The US has consistently devalued non-military approaches to security since the end of the Cold War and has even failed to live up to NATO objectives agreed to back in 1991. When President Clinton declared that NATO had no alternative but military action, there were other options available in practice and in theory. However, the US kept them off of the table.

The West gave little if any support to the non-violent moderate leadership of the Kosovo Albanians thoughout the 1990s. They were physically locked out of the discussion at Dayton by Richard Holbrooke in order to placate Milosevic, who was allowed to keep the subject of Kosovo out of the Dayton Peace Accords. Neither the US nor its allies were prepared to invest in the price of a few cruise missiles into conflict prevention in Kosovo. Recommendations from NGOs and think tanks were studiously ignored by senior officials.

The specific failure to prevent the development of the conflict in Kosovo merely reflects the fact that NATO has no new Europe-wide strategy for enhancing conflict prevention and management as it prepares for the Washington summit. The US is not supporting a greatly enhanced role for other organisations to fill the gap. The annual budget of the Organisation for Security and Cooperation in Europe is some $40,000,000, less than the cost of a night's air raids on Serbia. NATO's supporters will doubtless argue that the expansion of the Alliance has increased stability. Sceptics will point to the alienation of Russia as an indication that expansion had been broadly counter-productive, even if it has helped the international democratic development of, say, Poland. Those countries which need the military security and stability that NATO can undoubtedly provide - Macedonia, Albania, Bosnia - are excluded precisely because the Alliance doesn't wish to provide security to countries with "pre-existing conditions"

Nevertheless there are pockets of new thinking to be found within the Administration, amongst field commanders from Bosnia who have learned of the limits of traditional military forces first hand, as well as in agencies that have been sacrificed to the republican agenda: AID and ACDA. But creating a permanent capability for mediation, arbitration, policing functions, public access TV, war crimes investigations and arms reductions are not on the agenda of official Washington. The Kosovo verifiers were an ad hoc unit likely to be scattered to the four winds. We badly need to have such capacity made permanent in order to increase our options for a real endgame in the Balkans and for future crises. They would be best created for the OSCE.
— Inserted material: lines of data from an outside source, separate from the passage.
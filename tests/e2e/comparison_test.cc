// End to end through the CLI: model comparison outputs of
// tests/data/good/comparison.yaml (invented data; see its header).
#include <gtest/gtest.h>
#include <sys/wait.h>
#include <unistd.h>

#include <cmath>
#include <cstdlib>
#include <filesystem>
#include <fstream>
#include <map>
#include <nlohmann/json.hpp>
#include <sstream>
#include <string>

#include "porofit/io/csv.h"
#include "porofit/report/report.h"

namespace porofit {
namespace {
namespace fs = std::filesystem;

const std::string kStudy = std::string(POROFIT_TEST_DATA_DIR) + "/good/comparison.yaml";

fs::path RunStudyCli(int threads) {
  const fs::path dir = fs::temp_directory_path() /
                       ("porofit-e2e-compare-" + std::to_string(::getpid()) + "-" + std::to_string(threads));
  fs::remove_all(dir);
  const std::string cmd = std::string("POROFIT_FIXED_TIMESTAMP=2026-02-03T04:05:06Z '") + POROFIT_EXE + "' fit '" +
                          kStudy + "' --out '" + dir.string() + "' --quiet --threads " + std::to_string(threads);
  const int status = std::system(cmd.c_str());
  EXPECT_TRUE(WIFEXITED(status) && WEXITSTATUS(status) == 0) << cmd;
  return dir;
}

const fs::path& Output() {
  static const fs::path out = RunStudyCli(1);
  return out;
}

struct Cleanup : ::testing::Environment {
  void TearDown() override { fs::remove_all(Output()); }
};
const auto* const kCleanup = ::testing::AddGlobalTestEnvironment(new Cleanup);

std::string Slurp(const fs::path& p) {
  std::ifstream in(p, std::ios::binary);
  std::ostringstream s;
  s << in.rdbuf();
  return s.str();
}

// Rows of a CSV as column -> text maps.
std::vector<std::map<std::string, std::string>> Rows(const std::string& name) {
  const csv::Table t = csv::ReadCsvFile((Output() / name).string());
  std::vector<std::map<std::string, std::string>> out;
  for (const csv::Row& r : t.rows) {
    std::map<std::string, std::string> m;
    for (size_t k = 0; k < t.header.fields.size() && k < r.fields.size(); ++k) m[t.header.fields[k]] = r.fields[k];
    out.push_back(m);
  }
  return out;
}

double Num(const std::string& s) {
  double v = std::nan("");
  if (!s.empty()) csv::ParseNumber(s, v);
  return v;
}

TEST(ComparisonOutputs, RankingWeightsAndCrossValidationPerSampleAndModel) {
  const auto rows = Rows("comparison.csv");
  ASSERT_EQ(rows.size(), 4u + 3u + 3u);
  std::map<std::string, double> weight_sum;
  for (const auto& r : rows)
    if (r.at("included") == "true") weight_sum[r.at("sample")] += Num(r.at("weight_aicc"));
  for (const auto& [sample, w] : weight_sum) EXPECT_NEAR(w, 1.0, 1e-12) << sample;
  auto row = [&](const std::string& s, const std::string& m) {
    for (const auto& r : rows)
      if (r.at("sample") == s && r.at("model") == m) return r;
    ADD_FAILURE() << s << " " << m;
    return rows[0];
  };
  // CMP-1 is invented linear-exp data (B = 0.1 GPa/MPa).
  EXPECT_EQ(row("CMP-1", "linear-exp").at("rank"), "1");
  EXPECT_EQ(row("CMP-1", "linear-exp").at("delta_aicc"), "0");
  // CMP-2 is invented exp-modulus data: the line extrapolates worst (held-out top 2 points).
  EXPECT_EQ(row("CMP-2", "exp-modulus").at("rank"), "1");
  EXPECT_EQ(row("CMP-2", "linear").at("holdout_rank"), "3");
  EXPECT_EQ(row("CMP-2", "linear").at("holdout_points"), "2");
  EXPECT_EQ(row("CMP-2", "linear").at("holdout_points_predicted"), "2");
  EXPECT_GT(Num(row("CMP-2", "linear").at("holdout_rmse_GPa")), 10 * Num(row("CMP-2", "exp-modulus").at("holdout_rmse_GPa")));
  EXPECT_EQ(row("CMP-2", "exp-modulus").at("loo_refits"), "12");
  EXPECT_LT(Num(row("CMP-2", "exp-modulus").at("loo_rmse_GPa")), Num(row("CMP-2", "linear").at("loo_rmse_GPa")));
  // CMP-3: the power-offset fit runs to the P_r -> 0 limit (status at-limit)
  // and is excluded with its reason.
  const auto po = row("CMP-3", "power-offset");
  EXPECT_EQ(po.at("included"), "false");
  EXPECT_NE(po.at("excluded_reason").find("at-limit"), std::string::npos) << po.at("excluded_reason");
  EXPECT_EQ(po.at("rank"), "");
  EXPECT_EQ(po.at("holdout_note"), "fit not usable");
}

TEST(ComparisonOutputs, NestedTestsDecideRegularNestingsAndSayWhyForEveryOtherPair) {
  const auto rows = Rows("nested_tests.csv");
  ASSERT_EQ(rows.size(), 6u + 3u + 3u);  // C(4,2) + C(3,2) + C(3,2)
  int tested = 0;
  for (const auto& r : rows) {
    if (r.at("tested") == "true") {
      ++tested;
      EXPECT_EQ(r.at("relation"), "regular");
      EXPECT_FALSE(r.at("decision").empty());
      EXPECT_EQ(r.at("reason"), "");
    } else {
      EXPECT_FALSE(r.at("reason").empty()) << r.at("sample") << " " << r.at("restricted") << " " << r.at("fuller");
      EXPECT_EQ(r.at("F"), "");
    }
    if (r.at("sample") == "CMP-1" && r.at("restricted") == "exp-modulus" && r.at("fuller") == "linear-exp") {
      EXPECT_EQ(r.at("tested"), "true");
      EXPECT_EQ(r.at("decision"), "fuller model needed");
      EXPECT_EQ(r.at("df1"), "1");
      EXPECT_EQ(r.at("df2"), "8");
      EXPECT_LT(Num(r.at("p_value")), 0.05);
    }
    if (r.at("sample") == "CMP-2" && r.at("restricted") == "exp-modulus" && r.at("fuller") == "linear-exp") {
      EXPECT_NE(r.at("reason").find("at its lower bound"), std::string::npos) << r.at("reason");
    }
    if (r.at("sample") == "CMP-3" && r.at("restricted") == "grain-contact" && r.at("fuller") == "power-ref") {
      EXPECT_EQ(r.at("tested"), "true");
      EXPECT_EQ(r.at("decision"), "restricted model adequate");
    }
    if (r.at("restricted") == "linear" && r.at("fuller") == "exp-modulus") {
      EXPECT_EQ(r.at("relation"), "boundary-or-limit");
    }
  }
  EXPECT_EQ(tested, 2);
}

TEST(ComparisonOutputs, GroupsCountWinsAndSumOnlyCompleteSamples) {
  const auto rows = Rows("comparison_groups.csv");
  ASSERT_EQ(rows.size(), 4u + 3u);
  for (const auto& r : rows) {
    EXPECT_EQ(r.at("group_by"), "lithology");
    if (r.at("group") == "sandstone") {
      EXPECT_EQ(r.at("samples"), "2");
      EXPECT_EQ(r.at("complete_samples"), "1");  // CMP-2 has no exp-compliance
      if (r.at("model") == "linear-exp") {
        EXPECT_EQ(r.at("wins"), "1");
      }
      if (r.at("model") == "exp-modulus") {
        EXPECT_EQ(r.at("wins"), "1");
      }
      if (r.at("model") == "linear") {
        EXPECT_EQ(r.at("wins"), "0");
      }
    } else {
      EXPECT_EQ(r.at("group"), "unconsolidated sand");
      EXPECT_EQ(r.at("complete_samples"), "0");  // power-offset failed
      EXPECT_EQ(r.at("summed_score"), "");
      if (r.at("model") == "grain-contact") {
        EXPECT_EQ(r.at("wins"), "1");
      }
    }
  }
}

TEST(ComparisonOutputs, ResultsJsonCarriesTheComparisonSections) {
  const nlohmann::json j = nlohmann::json::parse(Slurp(Output() / "results.json"));
  EXPECT_GE(j["schema_version"], 3);  // 3 added the comparison sections
  ASSERT_EQ(j["samples"].size(), 3u);
  const auto& c = j["samples"][0]["comparison"];
  EXPECT_EQ(c["best"], "linear-exp");
  EXPECT_EQ(c["criterion"], "aicc");
  EXPECT_EQ(c["models"].size(), 4u);
  EXPECT_TRUE(c["models"][0]["leave_one_out"]["computed"].get<bool>());
  EXPECT_EQ(c["nested_tests"].size(), 6u);
  const auto& s = j["comparison_summary"];
  EXPECT_EQ(s["group_by"], nlohmann::json::array({"lithology"}));
  EXPECT_EQ(s["groups"].size(), 2u);
  EXPECT_EQ(s["groups"][1]["label"], "unconsolidated sand");
  EXPECT_TRUE(s["groups"][1]["models"][0]["summed_score"].is_null());
}

TEST(ComparisonOutputs, SummaryShowsRankingTestsAndGroupTable) {
  const std::string s = Slurp(Output() / "summary.txt");
  EXPECT_NE(s.find("Ranking (AICc weight): 1. linear-exp"), std::string::npos);
  EXPECT_NE(s.find("exp-modulus in linear-exp (B = 0): F "), std::string::npos);
  EXPECT_NE(s.find("-> fuller model needed"), std::string::npos);
  EXPECT_NE(s.find("grain-contact in power-ref (n = 1/3): F "), std::string::npos);
  EXPECT_NE(s.find("Model comparison across samples (AICc, grouped by lithology)"), std::string::npos);
  EXPECT_NE(s.find("High-P hold-out (2 pt) RMSE GPa"), std::string::npos);
}

TEST(ComparisonOutputs, AreIdenticalForAnyThreadCount) {
  const fs::path two = RunStudyCli(2);
  for (const char* f : {"comparison.csv", "nested_tests.csv", "comparison_groups.csv", "summary.txt"})
    EXPECT_EQ(Slurp(Output() / f), Slurp(two / f)) << f;
  fs::remove_all(two);
}

}  // namespace
}  // namespace porofit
Having failed to invest in new tools for conflict prevention and management, the Administration approached the latest Balkan crisis without modern political tools at its disposal. Through inattention the US and its allies have deliberately permitted a massive gap in capabilities between talking and war. Military force is the main option. As we are seeing with tragic clarity it is at best a blunt instrument. The current air power is ineffective and the ground forces, so far, are unusable.

The Administration also insists on limiting the international organisations through which it will work to just one - NATO. The UN and the OSCE are not considered to be serious fora for debate or conflict resolution. At best the Security Council can be used to rubber stamp US/NATO decisions. Besides alienating and excluding Russia and China, this also sends the message that only military security is of any importance.

At the end of the 20th Century this approach is unacceptable. There are enough viable alternatives to military force that it should only be used as a last resort. In a crisis, aggressive dictators have to be faced down (that is, all violent dictators - it has to become unacceptable for states to pick and choose the democracies they will fight for). But it is far better that the conflict prevention and democracy building tools at the disposal of the international community should be used to prevent those dictators from ever being in the position of being able to threaten international security.

Newsweek has concluded that even within a NATO-only context other options to bombing existed. Today, NATO says that a force in Kosovo should be international, hinting that such a force might not be NATO. Senior NATO officials are even talking about a UN protectorate, had such options been on the table a month ago.